CASH COMPONENT OF LONG-TERM INCENTIVE PLAN
The Company established a reward target for the cash component of the three-year long-term incentive plan (“LTIP”) for fiscal 2014-2016 for each Executive Officer, articulated as a percentage of base pay. Payout targets for the cash component of the long-term incentive plan are detailed in the following table:
| | |
Name of Executive Officer | | Cash Target LTIP Award as a % of Base |
Mr. Gendron | | 50% |
Mr. Weber | | 40% |
Mr. Glass | | 35% |
Mr. Patel | | 35% |
Mr. Preiss | | 35% |
Mr. Rudolph | | 35% |
Mr. Fawzy | | 25% |
For purposes of the LTIP, we assess our performance as measured by Return on Capital and Growth on Net Earnings per Share against the same performance metrics of the other companies in the S&P Mid Cap 400 over the three-year period 2014-2016. Each performance measurement is worth 50% of the award and each is measured separately. Payout triggers in relation to our ranking within the S&P Mid Cap 400 are as follows:
| | |
Performance | | Payout |
At or above 50th percentile | | 50% of target |
At or above 60th percentile | | 100% of target |
At or above 75th percentile | | 200% of target |
OTHER BENEFITS
Our Executive Officers participate in the same health, welfare and retirement benefits as does all of our employee membership. This includes a group health insurance program; life insurance, inclusive of employee life, additional buy-up employee life, optional spouse life, and optional child life; Accidental Death & Dismemberment insurance; Long-Term Disability; Woodward Retirement Savings Plan, inclusive of employee contributions and Company contributions (100% match on the first 3% of employee contributions, 50% on the next 3% of employee contributions, capped at a total Company match of 4.5% of base salary); Woodward Stock Plan after two years’

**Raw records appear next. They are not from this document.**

/**
 * Field 61, Statement Line: `6!n[4!n]2a[1!a]15d1!a3!c16x[//16x]` on the first line and
 * `[34x]` on an optional second (SWIFT User Handbook, Category 9, MT940, field 61):
 *
 * | subfield | format | meaning |
 * | --- | --- | --- |
 * | 1 | 6!n | value date YYMMDD |
 * | 2 | [4!n] | entry (booking) date MMDD; its year is the one nearest the value date |
 * | 3 | 2a | mark: C credit, D debit, RC reversal of credit (a debit), RD reversal of debit (a credit) |
 * | 4 | [1!a] | funds code, the third letter of the currency, when needed |
 * | 5 | 15d | amount with decimal comma |
 * | 6 | 1!a3!c | transaction type: S, N or F and 3 characters (NTRF, NCHK, S103 …) |
 * | 7 | 16x | reference for the account owner, NONREF when there is none |
 * | 8 | [//16x] | account servicing institution's reference |
 * | 9 | [34x] | supplementary details, second line |
 *
 * The mark and the funds code cannot be confused: a mark is C, D, RC or RD, so after C or D
 * a further letter is the funds code (`CR` = credit, funds code R), and the amount always
 * starts with a digit.
 */
import type { CalendarDate } from '../../core/dates';
import { lineError, lineNotice, type LineProblem } from './lineProblem';
import { parseSwiftDate, resolveEntryDate } from './swiftDate';
import { parseSwiftAmount } from './swiftAmount';
import type { Mt940Field } from './tokenizeMt940';

/** Debit/credit marks of field 61 subfield 3 in MT940. */
export type StatementLineMark = 'C' | 'D' | 'RC' | 'RD';

/** A statement line as read; `amount` is signed from the account holder's view. */
export interface StatementLine {
  readonly valueDate: CalendarDate;
  readonly entryDate?: CalendarDate;
  readonly mark: StatementLineMark;
  readonly fundsCode?: string;
  readonly amount: number;
  readonly typeCode: string;
  /** Subfield 7 as written (NONREF included). */
  readonly ownerReference: string;
  readonly servicerReference?: string;
  readonly supplementary?: string;
}

/** Result of {@link parseStatementLine}: the line unless an error was found, and the problems. */
export interface StatementLineResult {
  readonly statementLine?: StatementLine;
  readonly problems: readonly LineProblem[];
}

/**
 * Signed amount of a mark: credits and reversals of debits add, debits and reversals of
 * credits subtract.
 * @example signedAmount('RD', 500) // 500
 * @example signedAmount('RC', 500) // -500
 */
export function signedAmount(mark: StatementLineMark, minor: number): number {
  if (minor === 0) return 0;
  return mark === 'C' || mark === 'RD' ? minor : -minor;
}

function show(text: string): string {
  return text === '' ? 'nothing' : `"${text}"`;
}

/**
 * Reads one field 61 in the statement's currency. Stops at the first subfield in error and
 * names it.
 * @example parseStatementLine({ tag: '61', line: 7, lines: [{ text: '2501020102D12,5NTRFNONREF', line: 7 }] }, 'EUR').statementLine?.amount // -1250
 * @example parseStatementLine({ tag: '61', line: 7, lines: [{ text: '250102D12.5NTRFNONREF', line: 7 }] }, 'EUR').problems[0]?.message // 'field 61: amount "12.5" uses a point, expected a decimal comma (15d)'
 */
export function parseStatementLine(field: Mt940Field, currency: string): StatementLineResult {
  const first = field.lines[0]?.text ?? '';
  const problems: LineProblem[] = [];
  const fail = (message: string): StatementLineResult => ({
    problems: [...problems, lineError(field.line, `field 61: ${message}`)],
  });

  const valueText = first.slice(0, 6);
  if (!/^\d{6}$/.test(valueText)) {
    return fail(`value date ${show(valueText)} is not 6 digits (subfield 1, 6!n as YYMMDD)`);
  }
  const value = parseSwiftDate(valueText);
  if ('error' in value) return fail(`value date "${valueText}" is not a calendar date (subfield 1, 6!n as YYMMDD)`);
  let pos = 6;

  let entryDate: CalendarDate | undefined;
  if (/\d/.test(first.charAt(pos))) {
    const entryText = first.slice(pos, pos + 4);
    if (!/^\d{4}$/.test(entryText))
      return fail(`entry date ${show(entryText)} is not 4 digits (subfield 2, 4!n as MMDD)`);
    const entry = resolveEntryDate(value.date, entryText);
    if ('error' in entry) return fail(`entry date ${entry.error} (subfield 2, 4!n)`);
    entryDate = entry.date;
    pos += 4;
  }

  let mark: StatementLineMark;
  const two = first.slice(pos, pos + 2);
  if (two === 'RC' || two === 'RD') {
    mark = two;
    pos += 2;
  } else if (two === 'EC' || two === 'ED') {
    return fail(
      `mark "${two}" (expected ${two === 'EC' ? 'credit' : 'debit'}) belongs to interim reports (MT942), not statements; expected C, D, RC or RD (subfield 3, 2a)`,
    );
  } else if (first.charAt(pos) === 'C' || first.charAt(pos) === 'D') {
    mark = first.charAt(pos) as 'C' | 'D';
    pos += 1;
  } else {
    return fail(`debit/credit mark ${show(two)} is not C, D, RC or RD (subfield 3, 2a)`);
  }

  let fundsCode: string | undefined;
  if (/[A-Z]/.test(first.charAt(pos))) {
    fundsCode = first.charAt(pos);
    pos += 1;
    if (fundsCode !== currency.charAt(2)) {
      problems.push(
        lineNotice(
          field.line,
          `field 61: funds code "${fundsCode}" is not the third letter of ${currency} (subfield 4); ignored`,
        ),
      );
    }
  }

  let end = pos;
  while (end < first.length && /[0-9,.]/.test(first.charAt(end))) end++;
  const amountText = first.slice(pos, end);
  if (amountText === '') {
    return fail(
      `amount expected at ${show(first.slice(pos, pos + 10))}: digits with a decimal comma such as 1234,56 (subfield 5, 15d)`,
    );
  }
  const amount = parseSwiftAmount(amountText, currency);
  if ('error' in amount) return fail(amount.error);
  pos = end;

  const typeCode = first.slice(pos, pos + 4);
  if (!/^[SNF][A-Za-z0-9]{3}$/.test(typeCode)) {
    return fail(
      `transaction type ${show(typeCode)} is not S, N or F and 3 letters or digits such as NTRF (subfield 6, 1!a3!c)`,
    );
  }
  pos += 4;

  const tail = first.slice(pos);
  const split = tail.indexOf('//');
  const ownerReference = (split >= 0 ? tail.slice(0, split) : tail).trim();
  if (ownerReference === '') {
    return fail(
      `reference for the account owner is missing after "${typeCode}", expected up to 16 characters, NONREF when there is none (subfield 7, 16x)`,
    );
  }
  if (ownerReference.length > 16) {
    problems.push(
      lineNotice(
        field.line,
        `field 61: reference "${ownerReference}" is longer than 16 characters (subfield 7, 16x); kept in full`,
      ),
    );
  }
  const servicerReference = split >= 0 ? tail.slice(split + 2).trim() : '';
  if (servicerReference.length > 16) {
    problems.push(
      lineNotice(
        field.line,
        `field 61: servicer reference "${servicerReference}" is longer than 16 characters (subfield 8, 16x); kept in full`,
      ),
    );
  }

  const second = field.lines[1];
  const supplementary = second?.text.trim() ?? '';
  if (second && supplementary.length > 34) {
    problems.push(
      lineNotice(
        second.line,
        `field 61: supplementary details are ${supplementary.length} characters, 34x allows 34 (subfield 9); kept in full`,
      ),
    );
  }
  const extra = field.lines[2];
  if (extra) {
    return fail(
      `line ${extra.line} "${extra.text}" is a third line; field 61 has at most two (subfield 9, 34x, is the second)`,
    );
  }

  return {
    statementLine: {
      valueDate: value.date,
      ...(entryDate !== undefined ? { entryDate } : {}),
      mark,
      ...(fundsCode !== undefined ? { fundsCode } : {}),
      amount: signedAmount(mark, amount.minor),
      typeCode,
      ownerReference,
      ...(servicerReference !== '' ? { servicerReference } : {}),
      ...(supplementary !== '' ? { supplementary } : {}),
    },
    problems,
  };
}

employment (Company contribution of 5% of base wages); Retirement Income Plan (Company contribution of 1.5% of eligible wages, and 0.1% for each year of additional service). The Retirement Income Plan was frozen as of September 30, 2003, with prior participants grandfathered and closed to new participants.

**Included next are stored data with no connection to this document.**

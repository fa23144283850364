/**
 * Field 86, "Information to Account Owner" (6*65x), turned into a readable description,
 * counterparty and reference. Three layouts are recognised:
 *
 * 1. Sub-field layout of the German banking industry's data-format specification
 *    (DFÜ-Abkommen, Anlage 3, 8.2.4 "Strukturierte Belegung des Feldes 86"): a 3-digit
 *    transaction code, then `?NN` sub-fields: `?00` booking text, `?10` journal number,
 *    `?20`–`?29` and `?60`–`?63` purpose (27 characters each), `?30` bank code, `?31` account,
 *    `?32`–`?33` counterparty name, `?34` text-key extension. SEPA identifiers (`EREF+`,
 *    `SVWZ+`, …) start a new purpose sub-field; a longer value runs on into the next sub-field
 *    without repeating the identifier.
 * 2. Slash code words: `/CODE/value/CODE/value…`, e.g. `/EREF/…/ORDP//NAME/…/REMI/USTD//…`.
 *    `NAME` is the counterparty, `REMI` the remittance text (a leading `USTD//` is dropped),
 *    `EREF` the end-to-end reference. Only the code words in {@link SLASH_CODE_WORDS} split
 *    the text, so ordinary slashes (`Invoice 2025/17`) stay in the values.
 * 3. Anything else is free text.
 *
 * Lines are joined as banks wrap them: a line that fills all 65 characters was cut inside a
 * word and runs on without a space; a shorter line ended at a word and is joined with a
 * space. Whitespace runs are collapsed and the result trimmed.
 */

/** Characters in one line of field 86 (6*65x). */
export const FIELD_86_LINE_LENGTH = 65;
/** Characters in one `?20`–`?29` purpose sub-field of the DFÜ layout. */
const SUBFIELD_LENGTH = 27;

/** Code words that split a slash-structured field 86 (case-sensitive, upper case). */
export const SLASH_CODE_WORDS: readonly string[] = [
  'TRTP',
  'CNTP',
  'IBAN',
  'BIC',
  'NAME',
  'ADDR',
  'REMI',
  'EREF',
  'MARF',
  'CSID',
  'PREF',
  'ORDP',
  'BENM',
  'ULTB',
  'ULTC',
  'ULTD',
  'PURP',
  'RTRN',
  'ISDT',
  'CDTRREFTP',
  'CDTRREF',
  'SVCL',
];

const SLASH_CODE = new RegExp(`/(${SLASH_CODE_WORDS.join('|')})/`, 'g');
const STARTS_SLASH_STRUCTURED = new RegExp(`^/(${SLASH_CODE_WORDS.join('|')})/`);
const STARTS_SUBFIELD_LAYOUT = /^\d{3}\?\d\d/;
const SEPA_IDENTIFIER = /^(EREF|KREF|MREF|CRED|DEBT|COAM|OAMT|SVWZ|ABWA|ABWE|IBAN|BIC)\+/;
const NO_REFERENCE = new Set(['NOTPROVIDED', 'NONREF', '']);

/** What field 86 says about an entry. */
export interface OwnerInformation {
  readonly description: string;
  readonly counterparty?: string;
  /** End-to-end reference from `EREF`, when the field gives one. */
  readonly reference?: string;
}

/**
 * Collapses whitespace runs to one space and trims.
 * @example collapseSpaces('  a \t b ') // 'a b'
 */
export function collapseSpaces(text: string): string {
  return text.replace(/\s+/g, ' ').trim();
}

/**
 * Joins wrapped lines: no space after a line that fills `width` characters (cut inside a
 * word), one space after a shorter line.
 * @example joinWrappedLines(['Rent for', 'March'], 65) // 'Rent for March'
 */
export function joinWrappedLines(lines: readonly string[], width: number): string {
  let out = '';
  for (let i = 0; i < lines.length; i++) {
    const line = lines[i] as string;
    if (i > 0) out += (lines[i - 1] as string).length >= width ? '' : ' ';
    out += line;
  }
  return out;
}

function readSubfieldLayout(raw: string): OwnerInformation {
  const parts: { code: string; value: string }[] = [];
  const marker = /\?(\d\d)/g;
  let m = marker.exec(raw);
  while (m) {
    const start = m.index + m[0].length;
    const next = marker.exec(raw);
    parts.push({ code: m[1] as string, value: raw.slice(start, next ? next.index : raw.length) });
    m = next;
  }
  const purposeChunks: string[] = [];
  const nameChunks: string[] = [];
  let bookingText = '';
  for (const { code, value } of parts) {
    const n = Number(code);
    if (n === 0) bookingText = value;
    else if ((n >= 20 && n <= 29) || (n >= 60 && n <= 63)) purposeChunks.push(value);
    else if (n === 32 || n === 33) nameChunks.push(value);
  }
  const segments: { id: string; text: string; last: string }[] = [];
  for (const chunk of purposeChunks) {
    const id = SEPA_IDENTIFIER.exec(chunk);
    const current = segments[segments.length - 1];
    if (id || !current) {
      segments.push({ id: id ? (id[1] as string) : '', text: id ? chunk.slice(id[0].length) : chunk, last: chunk });
    } else {
      current.text += (current.last.length >= SUBFIELD_LENGTH ? '' : ' ') + chunk;
      current.last = chunk;
    }
  }
  const byId = (id: string): string | undefined => {
    const found = segments.filter((s) => s.id === id).map((s) => collapseSpaces(s.text));
    return found.length > 0 ? found.join(' ') : undefined;
  };
  const purpose = byId('SVWZ') ?? byId('') ?? '';
  const eref = byId('EREF');
  const name = collapseSpaces(joinWrappedLines(nameChunks, SUBFIELD_LENGTH));
  return {
    description: purpose !== '' ? purpose : collapseSpaces(bookingText),
    ...(name !== '' ? { counterparty: name } : {}),
    ...(eref !== undefined && !NO_REFERENCE.has(eref) ? { reference: eref } : {}),
  };
}

function readSlashCodeWords(joined: string): OwnerInformation {
  const text = joined.endsWith('/') ? joined.slice(0, -1) : joined;
  const values = new Map<string, string>();
  SLASH_CODE.lastIndex = 0;
  let m = SLASH_CODE.exec(text);
  while (m) {
    const start = m.index + m[0].length;
    // The slash that ends a value is the first slash of the next code word.
    const next = SLASH_CODE.exec(text);
    const value = text.slice(start, next ? next.index : text.length);
    const code = m[1] as string;
    if (!values.has(code)) values.set(code, value);
    m = next;
  }
  const remi = values.get('REMI');
  const description = collapseSpaces(remi !== undefined ? remi.replace(/^USTD\/\//, '') : (values.get('TRTP') ?? ''));
  const name = collapseSpaces(values.get('NAME') ?? '');
  const eref = collapseSpaces(values.get('EREF') ?? '');
  return {
    description,
    ...(name !== '' ? { counterparty: name } : {}),
    ...(!NO_REFERENCE.has(eref) ? { reference: eref } : {}),
  };
}

/**
 * Reads field 86 (its lines, tag removed, trailing spaces already trimmed).
 * @example interpretOwnerInformation(['/NAME/Studio Rent Ltd/REMI/Rent March']) // { description: 'Rent March', counterparty: 'Studio Rent Ltd' }
 * @example interpretOwnerInformation(['166?00GUTSCHRIFT?20SVWZ+Invoice 17?32Kiln Supply']) // { description: 'Invoice 17', counterparty: 'Kiln Supply' }
 */
export function interpretOwnerInformation(lines: readonly string[]): OwnerInformation {
  const raw = lines.join('');
  // The transaction code and the first `?` are on the first line in that layout.
  if (STARTS_SUBFIELD_LAYOUT.test(raw) && /^\d{3}\?/.test(lines[0] ?? '')) return readSubfieldLayout(raw);
  const joined = joinWrappedLines(lines, FIELD_86_LINE_LENGTH);
  if (STARTS_SLASH_STRUCTURED.test(joined)) return readSlashCodeWords(joined);
  return { description: collapseSpaces(joined) };
}

/**
 * True when free text would be read back as structured (it starts like a sub-field layout
 * or a slash code word). The writer wraps such text so it stays free text.
 * @example looksStructured('/NAME/x') // true
 * @example looksStructured('Rent') // false
 */
export function looksStructured(text: string): boolean {
  return /^\d{3}\?/.test(text) || STARTS_SLASH_STRUCTURED.test(text);
}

All plans are subject to applicable IRS limitations. Supplemental matches and contributions are made for the Retirement Savings Plan, the Woodward Stock Plan, and the grandfathered Retirement Income Plan.
Our Executive Officers are also eligible to participate in a deferred compensation plan, the Executive Benefit Plan (“EBP”). This plan is also available to other key leaders and to members of our Board of Directors. Employee participants are able to defer up to 50% of base pay, and up to 100% of any incentive payments.

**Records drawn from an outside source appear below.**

/**
 * The problem shape the MT940 internals report. The importer adds the file name to turn
 * it into an {@link ImportProblem}.
 */
import type { ImportProblem } from '../types';

/** A problem found on a 1-based line of an MT940 file; `message` starts with the field, e.g. `field 61: …`. */
export interface LineProblem {
  readonly line: number;
  readonly message: string;
  readonly severity: ImportProblem['severity'];
}

/**
 * Builds an error problem.
 * @example lineError(37, 'field 61: amount "12.5" uses a point') // { line: 37, severity: 'error', … }
 */
export function lineError(line: number, message: string): LineProblem {
  return { line, message, severity: 'error' };
}

/**
 * Builds a notice problem (reported, the file is still accepted).
 * @example lineNotice(3, 'field 20: longer than 16 characters') // { line: 3, severity: 'notice', … }
 */
export function lineNotice(line: number, message: string): LineProblem {
  return { line, message, severity: 'notice' };
}
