/**
 * Account identifiers as the ledger compares them. Files print the same account in
 * different ways ("DE89 3704 0044 0532 0130 00", "de89370400440532013000", MT940
 * "37040044/0532013000"); the normal form keeps only letters and digits, upper case.
 */
import { isValidIban } from './iban';

/**
 * Upper-case letters and digits of an identifier; spaces, dashes, dots and slashes go.
 * @example normaliseIdentifier('de89 3704-0044/0532.0130 00') // 'DE89370400440532013000'
 */
export function normaliseIdentifier(identifier: string): string {
  return identifier.toUpperCase().replace(/[^A-Z0-9]/g, '');
}

/**
 * The keys under which an account is matched: its normal form and, for a valid IBAN, also
 * its BBAN (the IBAN without country and check digits), so a statement that prints the
 * national bank code and account number (e.g. MT940 :25: "37040044/0532013000") joins the
 * IBAN's account.
 *
 * @example identifierKeys('DE89 3704 0044 0532 0130 00') // ['DE89370400440532013000', '370400440532013000']
 */
export function identifierKeys(identifier: string): string[] {
  const normal = normaliseIdentifier(identifier);
  if (normal === '') return [];
  return isValidIban(normal) ? [normal, normal.slice(4)] : [normal];
}
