/**
 * IBAN check digits, ISO 13616-1: move the first four characters to the end, replace
 * letters by two digits (A = 10 … Z = 35) and take the number modulo 97; a valid IBAN
 * leaves 1. Check digits for a new IBAN are 98 − (that number with "00" as check digits)
 * mod 97. Only the structure and the check digits are verified, not a country's length.
 */

/** The ISO 7064 MOD 97-10 remainder of an IBAN-shaped string, read piecewise (no big integers). */
function mod97(text: string): number {
  let remainder = 0;
  for (let i = 0; i < text.length; i++) {
    const c = text.charCodeAt(i);
    const value = c >= 65 && c <= 90 ? c - 55 : c - 48;
    remainder = value >= 10 ? (remainder * 100 + value) % 97 : (remainder * 10 + value) % 97;
  }
  return remainder;
}

const IBAN_SHAPE = /^[A-Z]{2}\d{2}[A-Z0-9]{11,30}$/;

/**
 * True when `text` (spaces allowed, any case) is an IBAN with valid check digits.
 * @example isValidIban('GB82 WEST 1234 5698 7654 32') // true
 */
export function isValidIban(text: string): boolean {
  const iban = text.replace(/\s+/g, '').toUpperCase();
  if (!IBAN_SHAPE.test(iban)) return false;
  return mod97(iban.slice(4) + iban.slice(0, 4)) === 1;
}

/**
 * The two check digits for a country code and a BBAN (basic bank account number).
 * @throws Error when the country is not two letters or the BBAN not 11–30 letters/digits.
 * @example ibanCheckDigits('GB', 'WEST12345698765432') // '82'
 */
export function ibanCheckDigits(country: string, bban: string): string {
  if (!/^[A-Z]{2}$/.test(country) || !/^[A-Z0-9]{11,30}$/.test(bban)) {
    throw new Error(`not an IBAN country code and BBAN: "${country}", "${bban}"`);
  }
  return String(98 - mod97(bban + country + '00')).padStart(2, '0');
}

WHERE MORE INFORMATION CAN BE FOUND
Each of the plans and agreements mentioned herein are discussed further annually in our Notice of Annual Meeting of Shareholders and Proxy Statement as filed with the Securities and Exchange Commission (“SEC”). Our Proxy Statement can be found on our website at www.woodward.com and at the SEC’s website at www.sec.gov.